茶室の形式は、大きく分けて小間と広間になります。小間というのは四畳半以下の小規模な茶室で多くは草庵風茶室になります。広間は四畳半以上の書院などの部屋にしつらえられたもので、建物の一部の部屋がそれに当てられる事が多いのです。では四畳半はどちらかというと、どちらでもあり、どちらでもないというのが答えです。茶室においては四畳半は重要な大きさで、基本と言ってもよいのかもしれません。下記に広間の代表例(八畳間)と、小間の例をいくつか記しています。広間においては比較的定型化されているようで、流派による違いは少ないように思います。逆に、小間は空間が小さいことが影響してか、茶人や流派による違いが大きく、様々なパターンがあります。ここでは4つのパターン(四畳半切り、台目切り、隅切り、向切り)を記していますが、まず四畳半切りは基本的パターンと考えて良いでしょう。あとは、台目畳(一畳の3/4の大きさの畳)に炉を切る台目切り、隅に炉を切る隅切り、向板と呼ばれる板の間に接して炉を切る向切りです。それぞれの違いは、お茶を点てる所作によって生じるのですが、これ以外にも様々なパターンがあります。ただし、それらの実例はあまり多くはないようです。ここに記したパターンは、本勝手といって通常行われるパターンですが、左右反転させた逆勝手というものもあります。

広間の例(裏千家咄々斎・堀内家無着軒)

広間の例(裏千家咄々斎・堀内家無着軒)

点前畳
 
貴人畳
 
3・8
客畳
 
炉畳(□:炉)
 
5・7
通い畳
 
踏込畳
 
躙り口
 
給仕口(茶道口)
 
台目畳
 
 
四畳半切の例(裏千家又隠)

四畳半切の例(裏千家又隠)

台目切の例(実相庵)

台目切の例(実相庵)
(二帖台目)

 
隅切の例(妙喜庵待庵)

隅切の例(妙喜庵待庵)

向切の例(裏千家今日庵)

向切の例(裏千家今日庵)
(一帖台目向板)

 

茶室には、炉・床・給仕口・貴人口・躙り口(にじりぐち)などがあり、特に躙り口は小間の茶室に特有のものになります。給仕口というのは、主人(亭主とも呼ばれるお茶を点てる人)の出入口で、食事(懐石料理)や茶菓子を運び入れるので給仕口というようです。広間になると給仕をするための給仕口と主人の出入口の茶道口を分ける場合がありますが、小間ではほとんど共用です。

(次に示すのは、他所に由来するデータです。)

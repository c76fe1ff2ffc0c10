package summary

import (
	"encoding/json"
	"fmt"
	"math"
	"reflect"
	"strings"
)

// jsonSafe converts v into maps, slices and numbers that encoding/json can
// write, with NaN and infinite floats as null (JSON has no NaN). Struct
// fields use their json tag names and honour omitempty; values with their
// own MarshalJSON are left to it.
func jsonSafe(v any) any {
	return jsonSafeValue(reflect.ValueOf(v))
}

func jsonSafeValue(v reflect.Value) any {
	if !v.IsValid() {
		return nil
	}
	if m, ok := v.Interface().(interface{ MarshalJSON() ([]byte, error) }); ok && v.Kind() != reflect.Pointer {
		return m
	}
	switch v.Kind() {
	case reflect.Pointer, reflect.Interface:
		if v.IsNil() {
			return nil
		}
		return jsonSafeValue(v.Elem())
	case reflect.Float32, reflect.Float64:
		return jsonNum(v.Float())
	case reflect.Struct:
		out := map[string]any{}
		t := v.Type()
		for i := 0; i < t.NumField(); i++ {
			f := t.Field(i)
			if !f.IsExported() {
				continue
			}
			name, opts, _ := strings.Cut(f.Tag.Get("json"), ",")
			if name == "-" {
				continue
			}
			if name == "" {
				name = f.Name
			}
			if strings.Contains(opts, "omitempty") && v.Field(i).IsZero() {
				continue
			}
			out[name] = jsonSafeValue(v.Field(i))
		}
		return out
	case reflect.Slice, reflect.Array:
		if v.Kind() == reflect.Slice && v.IsNil() {
			return []any{}
		}
		out := make([]any, v.Len())
		for i := range out {
			out[i] = jsonSafeValue(v.Index(i))
		}
		return out
	case reflect.Map:
		out := map[string]any{}
		for _, k := range v.MapKeys() {
			out[k.String()] = jsonSafeValue(v.MapIndex(k))
		}
		return out
	}
	return v.Interface()
}

// jsonNum maps NaN and ±Inf to nil so they encode as null.
func jsonNum(v float64) any {
	if math.IsNaN(v) || math.IsInf(v, 0) {
		return nil
	}
	return v
}

// restoreNaNs sets to NaN the float fields of the whitecaps and inception
// blocks that summary.json holds as null (JSON has no NaN; encoding/json
// leaves a float untouched, zero, on null).
func restoreNaNs(raw []byte, s *Summary) error {
	var blocks struct {
		Whitecaps json.RawMessage `json:"whitecaps"`
		Inception json.RawMessage `json:"inception"`
	}
	if err := json.Unmarshal(raw, &blocks); err != nil {
		return err
	}
	if s.Whitecaps != nil {
		if err := nullFloats(blocks.Whitecaps, reflect.ValueOf(s.Whitecaps).Elem()); err != nil {
			return fmt.Errorf("whitecaps block: %w", err)
		}
	}
	if s.Inception != nil {
		if err := nullFloats(blocks.Inception, reflect.ValueOf(s.Inception).Elem()); err != nil {
			return fmt.Errorf("inception block: %w", err)
		}
	}
	return nil
}

var unmarshalerType = reflect.TypeFor[json.Unmarshaler]()

// nullFloats walks a struct (or slice of structs) v decoded from raw and
// sets every float field whose JSON value is null to NaN. Types with their
// own UnmarshalJSON, and maps, are left to themselves.
func nullFloats(raw json.RawMessage, v reflect.Value) error {
	if len(raw) == 0 || string(raw) == "null" {
		return nil
	}
	if reflect.PointerTo(v.Type()).Implements(unmarshalerType) {
		return nil
	}
	switch v.Kind() {
	case reflect.Struct:
		var m map[string]json.RawMessage
		if err := json.Unmarshal(raw, &m); err != nil {
			return err
		}
		t := v.Type()
		for i := 0; i < t.NumField(); i++ {
			f := t.Field(i)
			name, _, _ := strings.Cut(f.Tag.Get("json"), ",")
			if name == "" {
				name = f.Name
			}
			r, ok := m[name]
			if !ok || !f.IsExported() {
				continue
			}
			fv := v.Field(i)
			if (fv.Kind() == reflect.Float64 || fv.Kind() == reflect.Float32) && string(r) == "null" {
				fv.SetFloat(math.NaN())
				continue
			}
			if err := nullFloats(r, fv); err != nil {
				return err
			}
		}
	case reflect.Slice:
		var items []json.RawMessage
		if err := json.Unmarshal(raw, &items); err != nil {
			return err
		}
		for i := 0; i < len(items) && i < v.Len(); i++ {
			if err := nullFloats(items[i], v.Index(i)); err != nil {
				return err
			}
		}
	}
	return nil
}
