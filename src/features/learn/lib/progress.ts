/** Totals with the share right, for the progress panel. */
export interface ProgressSummary {
  total: number;
  correct: number;
  /** Whole percent right, or null before the first answer. */
  percent: number | null;
}

/** Totals and percent right; a learner with no answers has no percent rather than 0 %. */
export function progressSummary(p: { total: number; correct: number }): ProgressSummary {
  const total = Math.max(0, Math.floor(p.total));
  const correct = Math.min(total, Math.max(0, Math.floor(p.correct)));
  return { total, correct, percent: total === 0 ? null : Math.round((correct / total) * 100) };
}

/** One day's bar: the whole bar is the answers given, the inner part the right ones. */
export interface DayBar {
  day: string;
  x: number;
  width: number;
  /** Height and top of the whole bar. */
  totalHeight: number;
  totalY: number;
  /** Height and top of the right answers. */
  correctHeight: number;
  correctY: number;
  total: number;
  correct: number;
}

/** Drawing area of the chart. */
export interface ChartBox {
  width: number;
  height: number;
  gap: number;
}

/**
 * Bars for the per-day chart, scaled so the busiest day fills the height; days keep their order.
 * Bars share the width equally with `gap` between them; no days gives no bars.
 */
export function dayBars(days: readonly { day: string; total: number; correct: number }[], box: ChartBox): DayBar[] {
  if (days.length === 0) return [];
  const max = Math.max(1, ...days.map((d) => d.total));
  const width = Math.max(1, (box.width - box.gap * (days.length - 1)) / days.length);
  return days.map((d, i) => {
    const total = Math.max(0, d.total);
    const correct = Math.min(total, Math.max(0, d.correct));
    const totalHeight = (total / max) * box.height;
    const correctHeight = (correct / max) * box.height;
    return {
      day: d.day,
      x: i * (width + box.gap),
      width,
      totalHeight,
      totalY: box.height - totalHeight,
      correctHeight,
      correctY: box.height - correctHeight,
      total,
      correct,
    };
  });
}

/** How many days the per-day chart spans. */
export const CHART_DAYS = 14;

function dayIndex(day: string): number | null {
  const m = /^(\d{4})-(\d{2})-(\d{2})$/.exec(day);
  return m ? Date.UTC(Number(m[1]), Number(m[2]) - 1, Number(m[3])) / 86_400_000 : null;
}

function dayText(index: number): string {
  return new Date(index * 86_400_000).toISOString().slice(0, 10);
}

/**
 * The last `count` calendar days up to `today` (or up to the latest day with answers, if that is
 * later, as the server's clock may be ahead), with days without answers as zeros, so the chart
 * shows gaps as gaps. Days outside the window and unreadable days are left out.
 */
export function recentDays(
  days: readonly { day: string; total: number; correct: number }[],
  count: number,
  today: string,
): { day: string; total: number; correct: number }[] {
  const known = new Map<number, { total: number; correct: number }>();
  for (const d of days) {
    const i = dayIndex(d.day);
    if (i !== null) known.set(i, { total: d.total, correct: d.correct });
  }
  const end = Math.max(dayIndex(today) ?? -Infinity, ...known.keys());
  if (!Number.isFinite(end) || count < 1) return [];
  const out: { day: string; total: number; correct: number }[] = [];
  for (let i = end - count + 1; i <= end; i++) out.push({ day: dayText(i), ...(known.get(i) ?? { total: 0, correct: 0 }) });
  return out;
}

/** The reader's calendar day as YYYY-MM-DD. */
export function localDay(date: Date): string {
  const p = (n: number) => String(n).padStart(2, '0');
  return `${date.getFullYear()}-${p(date.getMonth() + 1)}-${p(date.getDate())}`;
}

/** "18 Apr" for a YYYY-MM-DD day, read as a calendar date (no time zone shift). */
export function shortDay(day: string): string {
  const m = /^(\d{4})-(\d{2})-(\d{2})$/.exec(day);
  if (!m) return day;
  const months = ['Jan', 'Feb', 'Mar', 'Apr', 'May', 'Jun', 'Jul', 'Aug', 'Sep', 'Oct', 'Nov', 'Dec'];
  const month = months[Number(m[2]) - 1];
  return month ? `${Number(m[3])} ${month}` : day;
}
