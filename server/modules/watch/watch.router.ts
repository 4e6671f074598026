import { Router } from 'express';
import { z } from 'zod';
import { whereToSeeQuery } from '../../../shared/schemas/watch';
import { idParam, parsedQuery, validateQuery } from '../../middleware/validate';
import type { WatchService } from './watch.service';

const idOrSlugParam = z.string().trim().min(1).max(160);

/** GET /api/tours/:id/watch (the tour page in one response) and GET /api/cultivars/:idOrSlug/moments ("where to see it"). */
export function watchRouter(watch: WatchService): Router {
  const r = Router();

  r.get('/tours/:id/watch', async (req, res) => {
    res.set('Cache-Control', 'private, no-cache').json(await watch.watch(idParam.parse(req.params.id), req.user));
  });

  r.get('/cultivars/:idOrSlug/moments', validateQuery(whereToSeeQuery), async (req, res) => {
    res.json(await watch.whereToSee(idOrSlugParam.parse(req.params.idOrSlug), req.user, parsedQuery(res, whereToSeeQuery)));
  });

  return r;
}
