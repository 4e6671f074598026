import { CONTAINER_CAUTION, zoneBounds } from '../../../shared/hardiness';
import { respell } from '../../../shared/names/hepburn';
import type { TreeCard } from '../../../shared/schemas/watch';
import {
  LEAF_FORM_LABELS,
  PLANT_COLOURS,
  SEASONS,
  TRAIT_LABELS,
  type TraitProfile,
} from '../../../shared/traits';
import type { Cultivar } from '../../db/entities/cultivar.entity';
import { presentCultivarSummary } from '../cultivars/cultivar.presenter';

const VALUE_LABELS: Record<string, string> = {
  'coral-red': 'Coral-red',
  'full-sun': 'Full sun',
  'part-shade': 'Part shade',
  'shallow-lobed': 'Lobed less than halfway',
};
const CONTAINER_LABELS = { good: 'Suits a container', fair: 'Grows in a container with care', poor: 'Better in the ground' } as const;

function valueLabel(id: string): string {
  return VALUE_LABELS[id] ?? id.charAt(0).toUpperCase() + id.slice(1).replace(/-/g, ' ');
}

type KeyTrait = TreeCard['keyTraits'][number];

function keyTraits(t: TraitProfile): KeyTrait[] {
  const out: KeyTrait[] = [];
  const push = (trait: keyof TraitProfile, values: { id: string; label: string }[]) => {
    if (values.length) out.push({ trait, label: TRAIT_LABELS[trait], values });
  };
  if (t.leafForm) push('leafForm', [{ id: t.leafForm, label: LEAF_FORM_LABELS[t.leafForm] }]);
  if (t.lobeCount) {
    const { min, max } = t.lobeCount;
    push('lobeCount', [{ id: `${min}-${max}`, label: min === max ? String(min) : `${min}–${max}` }]);
  }
  if (t.leafSize) push('leafSize', [{ id: t.leafSize, label: valueLabel(t.leafSize) }]);
  if (t.habit) push('habit', t.habit.map((h) => ({ id: h, label: valueLabel(h) })));
  if (t.bark) push('bark', t.bark.map((b) => ({ id: b, label: valueLabel(b) })));
  if (t.growthRate) push('growthRate', [{ id: t.growthRate, label: valueLabel(t.growthRate) }]);
  if (t.sunTolerance) push('sunTolerance', t.sunTolerance.map((s) => ({ id: s, label: valueLabel(s) })));
  return out;
}

const COLOUR_BY_ID = new Map<string, (typeof PLANT_COLOURS)[number]>(PLANT_COLOURS.map((c) => [c.id, c]));

/**
 * The tree card for a record: name (with italic segments), pronunciation (the moderator's guide,
 * else a Hepburn respelling of a romanised epithet), key traits with labels, seasonal colours
 * with their swatch hex values, sizes in metres (the client converts), the USDA zone range with
 * its temperature band, and container suitability with the safety note that goes with it.
 */
export function presentTreeCard(c: Cultivar): TreeCard {
  const t: TraitProfile = c.traits ?? {};
  const guide = c.pronunciation?.trim();
  const hepburn = guide ? null : respell(c.epithet);
  const colours = SEASONS.flatMap((season) => {
    const ids = t.colours?.[season];
    if (!ids?.length) return [];
    return [
      {
        season,
        swatches: ids.map((id) => {
          const colour = COLOUR_BY_ID.get(id)!;
          return { id, label: colour.label, hex: colour.hex, accentHex: 'accentHex' in colour ? colour.accentHex : null };
        }),
      },
    ];
  });
  // Spread is not in the trait vocabulary yet; read it if a record carries it.
  const spread = (t as { spreadM?: { min: number; max: number } }).spreadM ?? null;
  return {
    ...presentCultivarSummary(c),
    pronunciation: guide ? { text: guide, source: 'record' } : hepburn ? { text: hepburn, source: 'hepburn' } : null,
    meaning: c.meaning,
    keyTraits: keyTraits(t),
    colours,
    size: { heightM: t.heightM ?? null, spreadM: spread, heightClass: t.heightClass ?? null },
    hardiness: t.hardiness
      ? {
          min: t.hardiness.min,
          max: t.hardiness.max,
          coldestF: zoneBounds(t.hardiness.min).minF,
          coldestC: Math.round(zoneBounds(t.hardiness.min).minC * 10) / 10,
          warmestF: zoneBounds(t.hardiness.max).maxF,
          warmestC: Math.round(zoneBounds(t.hardiness.max).maxC * 10) / 10,
        }
      : null,
    container: t.containerSuitability ? { suitability: t.containerSuitability, label: CONTAINER_LABELS[t.containerSuitability], caution: CONTAINER_CAUTION } : null,
    link: `/cultivars/${c.slug}`,
  };
}

/**
 * Built tree cards keyed by the fields a card shows (and the last-change time), so a busy tour page
 * does not rebuild the same cards for every viewer, while any edit gives a new card, even two edits
 * within one second (updates write whole-second timestamps). The cards are shared objects; callers
 * serialise them and must not change them.
 */
export class TreeCardCache {
  private readonly cards = new Map<string, TreeCard>();

  constructor(private readonly max = 5000) {}

  card(c: Cultivar): TreeCard {
    const key = JSON.stringify([
      c.id, c.updatedAt, c.slug, c.genus, c.species, c.infraspecificRank, c.infraspecificEpithet, c.groupName,
      c.epithet, c.acceptedName, c.status, c.fictional, c.pronunciation, c.meaning, c.traits,
    ]);
    let card = this.cards.get(key);
    if (!card) {
      card = presentTreeCard(c);
      if (this.cards.size >= this.max) this.cards.clear();
      this.cards.set(key, card);
    }
    return card;
  }
}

貴人口は特に位の高い人の出入口、躙り口は小間にある客が背をかがめて躙り入る出入口です。躙り口には外側に刀掛けが設けられて、武士も刀をここに置いて丸腰で入ることになります。畳にはそれぞれ用途があり、名前が付けられています。図にあるように、点前畳は亭主が座って、お茶を点てる畳、炉畳は炉を切ってある畳、貴人畳は特別な客が座る畳で、普段は使いません。客畳はその名の通り、客が座る畳で、床に近いほど上席となります。通い畳は通路などになる部分で、通常は人が座ることはありません。踏込畳は主人等が茶室に入る場所の畳の事です。茶室では、畳に敷き方が決まっており、和室で嫌われることのある床差しになってしまいます。床差しというのは、明治以降に作り出された考え方ではないかと思いますが、茶室に限らず江戸時代の書院などでも天井の棹縁が床差しになっている例はたくさんありますので、それほど忌み嫌う事ではないように考えます。

ところで、茶室を依頼されたらどうしたら良いのでしょうか? 茶室のディテール集などがたくさん出ていますので、参考にすれば良いように思いますが、茶室は前述したように流派や茶人によって形式が異なります。そこでまずお勧めするのは、見本を見せて頂くことです。依頼してきたお施主さんが作りたいと思う見本が必ずありますので、それを見ることが不可欠です。その後の基本的対応は、その見本にいかに忠実に作れるかということです。その中でも、広間が比較的に作りやすいということは言うまでもありません。小間を作るとすれば細心の注意が必要で、オリジナリティを発揮しようと思ったら、お施主さんと充分すぎるほどの打合せを必要とします。前回述べましたように、茶室は本来、茶人というデザイナーによって、自由に発想されるべきものでしたが、それが江戸時代を通じて様々な階層に普及していく中で、最初に学ぶべきものが定型化されていってしまったものなのです。

茶室には「起こし絵図」と呼ばれる特殊な図面があります。草庵茶室は元々耐久性のある建物ではありません。そのため、有名茶人の好みの茶室を表現するために、平面図と立面図・展開図を組み合わせて紙製の建築模型のような折畳み式の組立図が考案されました。現在でも、いくつも残っていて、博物館などで見ることが出来ます。これを参考にして茶室を作ったわけです。ここで「好み」という表現が出てきましたが、茶道でよく使われる言葉です。「〜のデザインによる」「〜流」といった意味で、具体的には、「利休好みの楽茶碗」というように使います。茶碗に限らず、様々な茶道具や茶室に至るまで使われる言葉ですが、現在残されているそれらのもので、その由来が不明でも、鑑定によって「〜好み」とされているものが少なくないのです。

話が横道にそれてしまいましたが、何度も言うように茶室は本当なら自由に作るものです。しかし、江戸時代に広まった木割書(大工の秘伝書であった雛形集のようなもの)にも、数寄屋は数寄者の言う通りに作りなさいといった趣旨のことが書かれています。それほど茶室は難しいということかもしれませんが、もし、自由に任されるような機会に巡り会えたら滅多に無いチャンスですけれども、それには茶の心の本当の理解と卓越したデザイン力が必要となることを忘れないで下さい。